Start of Dataset records

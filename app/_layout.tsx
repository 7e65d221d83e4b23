import { AppProviders } from '../components/root/app-providers';
import { RootNavigator } from '../components/root/root-navigator';

export default function RootLayout() {
  return (
    <AppProviders>
      <RootNavigator />
    </AppProviders>
  );
}
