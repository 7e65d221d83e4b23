import { describe, it, expect } from 'vitest';
import fc from 'fast-check';
import {
  MIN_WINDOW_INTERVALS,
  checkWindow,
  estimateSamplingInterval,
  minimumWindowMs,
} from '../../../shared/metrics/window';
import { counterIncrease } from '../../../shared/metrics/counter-increase';

// The 2.5 × interval rule is common practice with no published source (DESIGN.md §6); these
// tests check the arithmetic and the property that motivates it.

describe('checkWindow', () => {
  it('accepts a window of at least 2.5 sampling intervals', () => {
    expect(MIN_WINDOW_INTERVALS).toBe(2.5);
    expect(checkWindow(37_500, 15_000)).toEqual({ ok: true });
    expect(checkWindow(60_000, 15_000)).toEqual({ ok: true });
  });

  it('names the smallest valid window in seconds when the window is too short', () => {
    const result = checkWindow(30_000, 15_000);
    expect(result.ok).toBe(false);
    if (result.ok) return;
    expect(result.minWindowMs).toBe(37_500);
    expect(result.message).toContain('37.5 s');
    expect(result.message).toContain('15 s');
  });

  it('rounds the minimum up to a whole millisecond', () => {
    expect(minimumWindowMs(1001)).toBe(2503); // 2502.5 → 2503
    expect(checkWindow(2502, 1001).ok).toBe(false);
    expect(checkWindow(2503, 1001).ok).toBe(true);
  });

  it('rejects a non-positive sampling interval', () => {
    expect(() => checkWindow(60_000, 0)).toThrow(RangeError);
  });

  it('is ok exactly when window ≥ 2.5 × interval (property)', () => {
    fc.assert(
      fc.property(fc.integer({ min: 1, max: 3_600_000 }), fc.integer({ min: 0, max: 10_000_000 }), (interval, window) => {
        const result = checkWindow(window, interval);
        expect(result.ok).toBe(window >= 2.5 * interval);
        if (!result.ok) expect(result.message).toContain(`${Number((result.minWindowMs / 1000).toFixed(3))} s`);
      }),
    );
  });

  it('guarantees two samples per window even with ±¼-interval jitter (property)', () => {
    fc.assert(
      fc.property(
        fc.integer({ min: 1000, max: 120_000 }), // interval
        fc.array(fc.double({ min: -0.25, max: 0.25, noNaN: true }), { minLength: 40, maxLength: 40 }),
        fc.double({ min: 0, max: 1, noNaN: true }), // where the window ends
        fc.double({ min: 0, max: 2, noNaN: true }), // how much longer than the minimum
        (interval, jitter, endAt, extra) => {
          const samples = jitter.map((j, i) => ({ t: (i + j) * interval, v: i }));
          const window = minimumWindowMs(interval) + Math.round(extra * interval);
          // Keep the window inside the sampled span so a missing edge is not the cause.
          const end = interval + window + Math.round(endAt * (30 * interval - window));
          expect(checkWindow(window, interval).ok).toBe(true);
          expect(counterIncrease(samples, end - window, end)).not.toBeNull();
        },
      ),
    );
  });
});

describe('estimateSamplingInterval', () => {
  it('is the median gap, unmoved by one missed scrape', () => {
    const samples = [0, 15, 30, 45, 75, 90, 105].map((s) => ({ t: s * 1000, v: 0 }));
    expect(estimateSamplingInterval(samples)).toBe(15_000);
  });

  it('ignores duplicate timestamps and sorts its input', () => {
    const samples = [30, 0, 15, 15, 45].map((s) => ({ t: s * 1000, v: 0 }));
    expect(estimateSamplingInterval(samples)).toBe(15_000);
  });

  it('is null with fewer than two distinct timestamps', () => {
    expect(estimateSamplingInterval([])).toBeNull();
    expect(estimateSamplingInterval([{ t: 5, v: 1 }, { t: 5, v: 2 }])).toBeNull();
  });
});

End of Dataset records

■ **Your objective**
The expected answer is one number: how many lines above contain "RootNavigator".

■ **Output for this task**
2